# Stuck with Windows 10?



## dotty999 (Feb 3, 2006)

I don't particularly like it. I can't use my choice of AV and I don't want to be tied to it! It seems it's too late to change! I'm forever getting messages.
Currently it's shutting down when it feels like it! Constant update messages, it's just too intrusive, is there anything I can do to change settings so I could download my choice of AV? I read that you could download another AV which would switch Defender off but that doesn't work either as it won't allow me to download another!


----------



## Couriant (Mar 26, 2002)

What issues are you having with downloading the AV? Which AV is it?
'
There was a Windows 10 S Mode that was designed with security in mind, which only allowed you to download from the Windows Store. I take it you are not using S Mode version?


----------



## dotty999 (Feb 3, 2006)

I'm not using S mode. I tried to download Avast free but it wouldn't download. I then tried to download Panda and that too wouldn't download I assume it's being blocked


----------



## Goddess-Bastet (Apr 26, 2019)

Check Settings>Apps>Apps & features>Drop-down menu & allow apps from anywhere.


----------



## Couriant (Mar 26, 2002)

What is the exact message you are getting? and what browser?


----------



## dotty999 (Feb 3, 2006)

Using Chrome. I'm not getting messages when I try to download a different AV, they simply don't download


----------



## dotty999 (Feb 3, 2006)

Goddess-Bastet said:


> Check Settings>Apps>Apps & features>Drop-down menu & allow apps from anywhere.

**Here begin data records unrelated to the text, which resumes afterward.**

"""What stands against an entry at the bench, each in a sentence; and rows kept so that a constraint becomes one."""

from collections.abc import Iterable, Mapping, Sequence
from datetime import datetime
from uuid import UUID

from django.core.exceptions import ValidationError
from django.db.models import Model
from django.utils.translation import gettext as _

from logbook.core.refusal import Refused
from logbook.people.models import Person
from logbook.work.models import Task, WorkOrder
from measurements.document import Unjudgeable
from measurements.sentence import Refusal

from .judging import Judgement, engine_of, judge, kinds
from .models import Finding, Measurement, Reading
from .queries import Answer, is_acted_on, stations_found, with_its_job
from .words import station_title

MOST_NAMED = 6


class NotKept(Refused):
    """An entry that can't be kept as it was made."""


class NotAtThisStage(Refused):
    """Something that is over, or that something else comes before."""


def held(measurement: Measurement) -> Measurement:
    """The pass as it stands now, with its job; its task is kept from others until the transaction ends."""
    Task.objects.select_for_update().get(pk=measurement.task_id)
    return with_its_job(Measurement.objects).get(pk=measurement.pk)


def keep(row: Model, known: Iterable[str]) -> None:
    """Check a row and save it; what speaks against it becomes a sentence. `known` are fields that came as rows."""
    try:
        row.full_clean(exclude=set(known))
    except ValidationError as error:
        raise NotKept(" ".join(error.messages)) from error
    row.save()


def judged(
    measurement: Measurement, answers: Mapping[str, Answer], *, at: datetime, station: str | None = None
) -> Judgement:
    """Judge a pass; what can't be read is refused in its own sentence."""
    try:
        return judge(measurement, answers, at=at, station=station)
    except Unjudgeable as error:
        own = [str(why) for path, why in error.errors if station and path.endswith(f".readings.{station}")]
        rest = [f"{path.partition('].')[2] or path}: {why}" for path, why in error.errors]
        raise NotKept(" ".join(own or rest)) from error


def station_named(measurement: Measurement, text: str) -> str:
    """A station's one name, or the sentence that says why it is none."""
    engine = engine_of(measurement.task.work_order)
    if engine is None:
        raise NotKept(_("The engine's own figures contradict one another; mend them on the engine's page first."))
    try:
        return kinds()[measurement.kind].station_name(text, engine)
    except Refusal as refusal:
        raise NotKept(str(refusal)) from refusal


def refuse_if_over(task: Task, measurement: Measurement | None = None) -> None:
    """Refuse on a job that isn't at the bench, a task that is finished, a pass that is closed."""
    order = task.work_order
    if order.state != WorkOrder.State.AT_THE_BENCH:
        told = {"job": order, "state": order.get_state_display()}
        raise NotAtThisStage(_("Job %(job)s is “%(state)s”, not at the bench: nothing is entered on it now.") % told)
    if task.done_at is not None:
        raise NotAtThisStage(_("“%(task)s” is finished: nothing is entered on it any more.") % {"task": task})
    if measurement is not None and measurement.closed_at is not None:
        raise NotAtThisStage(_("This pass is closed; open another one to measure again."))


def refuse_out_of_turn(measurement: Measurement, station: str, supersedes: Reading | None) -> None:
    """Refuse an as-found after something was done there, and an as-left before anything was found there."""
    if measurement.phase == Measurement.Phase.AS_FOUND:
        if supersedes is None and is_acted_on(measurement, station):
            raise NotAtThisStage(
                _("What was found at %(station)s is closed: something was done there since. Measure it as left.")
                % {"station": station_title(station)}
            )
    elif station not in stations_found(measurement.task):
        raise NotAtThisStage(
            _("Keep first what was found at %(station)s, or say why it was not measured.")
            % {"station": station_title(station)}
        )


def refuse_before_found(found: Measurement, station: str) -> None:
    """Refuse an act before its as-found is kept; where shims are swapped, before every as-found is."""
    kept = stations_found(found.task)
    if station not in kept:
        raise NotAtThisStage(
            _("Keep first what was found at %(station)s, or say why it was not measured; then do it.")
            % {"station": station_title(station)}
        )
    kind, engine = kinds()[found.kind], engine_of(found.task.work_order)
    if engine.adjustment == "shim" and "fit_shim" in kind.acts:
        missing = [one for one in kind.stations(engine) if one not in kept]
        if missing:
            named = ", ".join(station_title(one) for one in missing[:MOST_NAMED]) + (
                " …" if len(missing) > MOST_NAMED else ""
            )
            raise NotAtThisStage(
                _("With shims every as-found comes first: still to be measured are %(stations)s.") % {"stations": named}
            )


def kept_before(
    measurement: Measurement, client_id: UUID, by: Person, station: str, typed: str, not_measured: str
) -> Reading | None:
    """The reading a form was kept as already; the same form with something else on it is refused."""
    already = Reading.objects.filter(client_id=client_id).select_related("measurement").first()
    if already is None:
        return None
    same_hands = (already.measurement_id, already.keyed_by_id) == (measurement.pk, by.pk)
    if not same_hands:
        raise NotKept(_("This form was used already by somebody else; load the page anew and enter it again."))
    typed_then = {already.typed, (already.slip_asked or {}).get("typed", already.typed)}
    if already.station == station and typed.strip() in typed_then and not_measured.strip() == already.not_measured:
        return already
    told = {"typed": already.typed or already.not_measured, "station": station_title(already.station)}
    raise NotKept(
        _("This form was kept already as “%(typed)s” at %(station)s. Load the page anew to enter another.") % told
    )


def said_before(
    standing: Sequence[Reading], station: str, supersedes: Reading | None, not_measured: str
) -> Reading | None:
    """The standing reading that an answer takes the place of, if any."""
    here = [one for one in standing if one.station == station]
    if supersedes is not None and supersedes not in here:
        raise NotKept(_("The entry to be corrected was replaced or struck already; look what stands there now."))
    answered = supersedes or next((one for one in here if one.not_measured), None)
    if not_measured.strip() and any(one.typed for one in here if one != answered):
        raise NotKept(
            _("%(station)s has a reading; strike it with its reason before saying that it was not measured.")
            % {"station": station_title(station)}
        )
    return answered


def keep_finding(reading: Reading, told: Judgement) -> None:
    """Keep what a station was found to be, with the reading that called for it and the acts it calls for."""
    finding = told.findings.get(reading.station)
    if finding is None:
        why = " ".join(one for one in told.warnings if f", {reading.station}:" in one)
        raise NotKept(
            why or _("%(station)s can't be judged as it was typed.") % {"station": station_title(reading.station)}
        )
    Finding.objects.create(
        shop_id=reading.shop_id, measurement=reading.measurement, reading=reading, station=reading.station,
        characteristic=finding["characteristic"], verdict=finding["verdict"],
        chance_within=finding["probability_within"], limit_sheet=told.sheet,
        judgement={**finding, "acts": told.advice.get(reading.station, []) if reading.typed or reading.is_strike else []},
    )  # fmt: skip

there isn't a drop down menu within Apps and features that says allow apps or am I missing something?


----------



## Goddess-Bastet (Apr 26, 2019)

dotty999 said:


> there isn't a drop down menu within Apps and features that says allow apps or am I missing something?


Here's a screenshot.


----------



## dotty999 (Feb 3, 2006)

sorry, yes it's set to anywhere, I get the message "We are sorry there seems to be a problem connecting to Avast servers, check internet connection and install again" I'm going round in circles on this one! Using Chrome browser


----------



## JKLE (Jun 14, 2020)

Not a solution. But can't you download the setup file from another PC ? Considering Avast has a web installer, you can even download the setup.exe on your phone and then transfer it into your PC.


----------



## dotty999 (Feb 3, 2006)

I don't have access to another pc or mobile phone. I don't think the problem is with Avast as I've tried to download 2 different AVs and they wouldn't install either. I think I'll have to give up on this as there doesn't appear to be an option or another way around it that will work. It would appear that Windows 10 blocks any attempted download of any other av


----------



## Goddess-Bastet (Apr 26, 2019)

Do you have another Browser - Edge, IE11 - which you can try downloading with?
Are you connected to the internet via wifi or Ethernet? If wifi then try Ethernet.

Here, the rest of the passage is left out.